Affiliations: Department of Physiology, Freie Universität Berlin, D‐14195 Berlin, Germany | Department of Dermatology, Universität zu Köln, Germany
Note: [] Address for correspondence: Barbara Walzog, Ph.D., Freie Universität Berlin, Department of Physiology, Arnimallee 22, D‐14195 Berlin, Germany. Tel.: +49 30 8445 1643; Fax: +49 30 8445 1634; E‐mail: [email protected]‐berlin.de.

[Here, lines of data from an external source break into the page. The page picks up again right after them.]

"""Sums of polynomials times exponentials: real functions of time that can be enclosed.

y(t) = sum over terms of w_k·t^k/k!·exp(p·t), a complex term with its conjugate. Terms are kept
as balls of any precision; doubles are used where an estimate says that they suffice.
"""

from __future__ import annotations

from collections.abc import Callable, Sequence
from dataclasses import dataclass
from fractions import Fraction
from math import comb, factorial
from typing import Any

import numpy as np
from numpy.typing import NDArray

from acsolve.algebra.ball import precision, working_bits
from acsolve.algebra.residue import Expansion, Ratio, Term, at_start, expand
from acsolve.algebra.taylor import point

_MOST_GUARD = 4096
_LOST = 40  # of the bits that were asked for
_PRECISIONS = (160, 320, 640, 1280, 2560)
_RELATIVE = 2.0**-42  # estimated error of doubles above which balls are used
_NOTHING = 2.0**-900  # of the size of its terms: a value that no precision tells from zero
_BLOCK = 1 << 20  # numbers held at once while terms are summed up


@dataclass(frozen=True, slots=True)
class Part:
    """A term at the precision of the moment: exponent p, weights, 2 for a pair, else 1."""

    place: Any
    weights: tuple[Any, ...]
    copies: int


class ExponentialSum:
    """The inverse Laplace transform of a ratio, for t > 0, its polynomial part left out.

    Expansions are worked out once for each precision.
    """

    def __init__(self, ratio: Ratio) -> None:
        self.ratio = ratio
        self._known: dict[int, Expansion] = {}
        self._guard = 0  # bits that are lost in the products of many poles

    def __reduce__(self) -> tuple[Any, ...]:
        """Pickled as the ratio alone: expansions are worked out again where they are needed."""
        return ExponentialSum, (self.ratio,)

    def expansion(self) -> Expansion:
        """Partial fractions at the precision in force or better."""
        bits = next((item for item in _PRECISIONS if item >= working_bits() + 16), _PRECISIONS[-1])
        while bits not in self._known:
            with precision(bits + self._guard):
                found = expand(self.ratio)
                sharp = _sharp(found, bits)  # radii would be rounded up at less precision
            if self._guard >= _MOST_GUARD or sharp:
                self._known[bits] = found
            else:
                self._guard = 2 * self._guard or bits
        return self._known[bits]

    def start(self) -> Any:
        """The value just after 0, at the precision in force, from the ends of the polynomials."""
        return at_start(self.ratio)

    def constant(self) -> Any:
        """The term that neither grows nor decays, at the precision in force; 0 without one."""
        from flint import arb

        for term in self.expansion().terms:
            if term.pole.real and term.pole.side == 0:
                return term.weights[0].real
        return arb(0)

    def values(self, seconds: NDArray[np.float64]) -> NDArray[np.float64]:
        """The function at times t >= 0, any shape, right to about 2**-42 relative."""
        flat = np.asarray(seconds, dtype=float).ravel()
        with precision(128):
            parts = [_Doubles.of(part) for part in parts_of(self.expansion().terms)]
        found = np.zeros(len(flat))
        step = max(1, _BLOCK // max(1, sum(len(part.weights) for part in parts)))
        for start in range(0, len(flat), step):
            block = slice(start, start + step)
            found[block] = self._block(flat[block], parts)
        return found.reshape(np.shape(seconds))

    def _block(self, seconds: NDArray[np.float64], parts: Sequence[_Doubles]) -> Any:
        total, doubt = np.zeros(len(seconds)), np.zeros(len(seconds))
        with np.errstate(all="ignore"):  # what is not finite is worked out in balls
            for part in parts:
                value, error = part.values(seconds)
                total, doubt = total + value, doubt + error
            unsure = ~(doubt <= _RELATIVE * np.abs(total)) | (seconds == 0)
        for place in np.flatnonzero(unsure):
            total[place] = self.value(Fraction(float(seconds[place])))
        return total

    def value(self, seconds: Fraction) -> float:
        """The function at one time, from balls, right to the last place or two."""
        if seconds == 0:
            with precision(128):
                return nearest(self.start())
        found = float("nan")
        for bits in (128, 256, 512, 1024, 2048):
            with precision(bits):
                ball = self(point(seconds), 0)[0]
                if not ball.is_finite():
                    continue
                found = nearest(ball)
                if ball.rad() <= abs(ball).mid() * 2.0**-53:
                    break
                if abs(ball) < self.size(point(seconds)).abs_upper() * _NOTHING:
                    return 0.0
        return found

    def __call__(self, x: Any, order: int) -> list[Any]:
        """Taylor coefficients 0 to `order` over the real ball x, each an enclosure."""
        return taylor(self.expansion().terms, x, order)

    def size(self, x: Any) -> Any:
        """The sum of the sizes of all terms over the real ball x."""
        return size_of(self.expansion().terms, x)


def _sharp(expansion: Expansion, bits: int) -> bool:
    """Whether the highest weight of every pole, which is not zero, is known to these bits."""
    return all(
        term.weights[-1].abs_upper() - term.weights[-1].abs_lower()
        <= term.weights[-1].abs_lower() * 2.0 ** (_LOST - bits)
        for term in expansion.terms
    )


@dataclass(frozen=True, slots=True)
class Tail:
    """An exponential sum without its constant term, as jets."""

    whole: ExponentialSum

    def terms(self) -> list[Term]:
        """Its terms at the precision in force."""
        found = []
        for term in self.whole.expansion().terms:
            if term.pole.real and term.pole.side == 0:
                if len(term.weights) > 1:
                    found.append(Term(term.pole, (term.weights[0] * 0, *term.weights[1:])))
                continue
            found.append(term)
        return found

    def __call__(self, x: Any, order: int) -> list[Any]:
        """Taylor coefficients over the real ball x."""
        return taylor(self.terms(), x, order)

    def size(self, x: Any) -> Any:
        """The sum of the sizes of all terms."""
        return size_of(self.terms(), x)


@dataclass(frozen=True, slots=True)
class Shifted:
    """sign·f(t) - level, the level a real ball that is made at the precision in force."""

    inner: Tail
    level: Callable[[], Any]
    sign: int = 1

    def __call__(self, x: Any, order: int) -> list[Any]:
        """Taylor coefficients over the real ball x."""
        found = [self.sign * item for item in self.inner(x, order)]
        found[0] = found[0] - self.level()
        return found

    def size(self, x: Any) -> Any:
        """The sum of the sizes of all terms and of the level."""
        return self.inner.size(x) + abs(self.level())


def parts_of(terms: Sequence[Term]) -> list[Part]:
    """The terms with how many conjugates each stands for."""
    return [Part(term.pole.place, term.weights, 1 if term.pole.real else 2) for term in terms]


def taylor(terms: Sequence[Term], x: Any, order: int) -> list[Any]:
    """Taylor coefficients 0 to `order` of a sum of terms over the real ball x."""
    from flint import acb, arb

    total = [arb(0)] * (order + 1)
    for part in parts_of(terms):
        grown = (part.place * x).exp() * part.copies
        series = [acb(1)]
        for k in range(1, order + 1):
            series.append(series[-1] * part.place / k)
        inner = _polynomial_at(part.weights, x)
        for k in range(order + 1):
            item = acb(0)
            for j, weight in enumerate(inner[: k + 1]):
                item = item + weight * series[k - j]
            total[k] = total[k] + (grown * item).real
    return total


def _polynomial_at(weights: Sequence[Any], x: Any) -> list[Any]:
    """Taylor coefficients at x of the sum of w_k·t^k/k!."""
    if len(weights) == 1:
        return [weights[0]]
    return [
        sum(weights[k] * x ** (k - j) * comb(k, j) / factorial(k) for k in range(j, len(weights)))
        for j in range(len(weights))
    ]


def size_of(terms: Sequence[Term], x: Any) -> Any:
    """The sum of |w_k|·t^k/k!·exp(Re p·t) over the real ball x."""
    from flint import arb

    total = arb(0)
    for part in parts_of(terms):
        inner = sum(abs(w) * abs(x) ** k / factorial(k) for k, w in enumerate(part.weights))
        total = total + inner * (part.place.real * x).exp() * part.copies
    return total


def bound_after(terms: Sequence[Term], x: Any) -> Any:
    """A real ball above |sum| at every time from x on; infinite where a term does not decay."""
    from flint import arb

    total = arb(0)
    for part in parts_of(terms):
        rate = -part.place.real
        for k, weight in enumerate(part.weights):
            if k and bool(weight == 0):
                continue
            if not rate > 0:
                return arb("inf")
            highest = x.max(arb(k) / rate)  # where t^k·exp(-rate·t) is largest
            size = abs(weight) * highest**k / factorial(k) * (-rate * highest).exp()
            total = total + size * part.copies
    return total


@dataclass(frozen=True, slots=True)
class _Doubles:
    """A part in doubles."""

    place: complex
    weights: tuple[complex, ...]
    copies: int

    @classmethod
    def of(cls, part: Part) -> _Doubles:
        """The nearest doubles."""
        weights = tuple(complex(w) / factorial(k) for k, w in enumerate(part.weights))
        return cls(complex(part.place), weights, part.copies)

    def values(self, seconds: NDArray[np.float64]) -> tuple[Any, Any]:
        """The part at times, and an estimate of its error."""
        grown = self.copies * np.exp(self.place * seconds)
        inner, size = np.zeros(len(seconds), dtype=complex), np.zeros(len(seconds))
        for weight in reversed(self.weights):
            inner = inner * seconds + weight
            size = size * seconds + abs(weight)
        error = 2.0**-52 * (4 + np.abs(self.place) * seconds) * size * np.abs(grown)
        return (inner * grown).real, error


def nearest(ball: Any) -> float:
    """A real ball's middle as a double; infinite where it is beyond the range of doubles."""
    middle = ball.mid()
    if abs(middle) > 1.7976931348623157e308:
        return float("inf") if middle > 0 else float("-inf")
    return float(middle)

Abstract: During the recruitment of human polymorphonuclear neutrophils (PMN) to sites of inflammation, leukocyte adhesion molecules of the β2 integrin (CD11/CD18) family mediate firm adhesion of these cells to the endothelial cell monolayer lining the vessel wall. This process is a prerequisite for shape change and spreading of PMN on the endothelium which eventually allows PMN emigration into the extravascular space. In order to elucidate the molecular mechanisms which mediate this sequence of events, intracellular protein tyrosine signaling was studied subsequent to β2 integrin‐mediated ligand binding. Using western blotting technique, β2 integrin‐mediated adhesion was found to induce tyrosine phosphorylation of different proteins. The effect was absent in PMN derived from CD18‐deficient mice which lack any β2 integrin expression on the cell surface demonstrating the specificity of the observed response. Inhibition of β2 integrin‐mediated tyrosine signaling by herbimycin A almost completely inhibited adhesion, shape change, and subsequent spreading of PMN. Herbimycin A also diminished chemotactic migration of these cells in response to the soluble mediator N‐formyl‐Met–Leu–Phe (fMLP). In contrast, treatment of PMN with cytochalasin D had no substantial effect on β2 integrin‐mediated signaling or adhesion but inhibited shape change, spreading, and chemotactic migration of PMN. This suggests that the signaling capacity exerted by β2 integrins upon ligand binding was independent of an intact cytoskeleton. Moreover, the β2 integrin‐mediated activation of intracellular signal transduction pathways was critical for firm adhesion of PMN, the prerequisite subsequent shape change and spreading, which allows emigration of PMN into the extravascular space.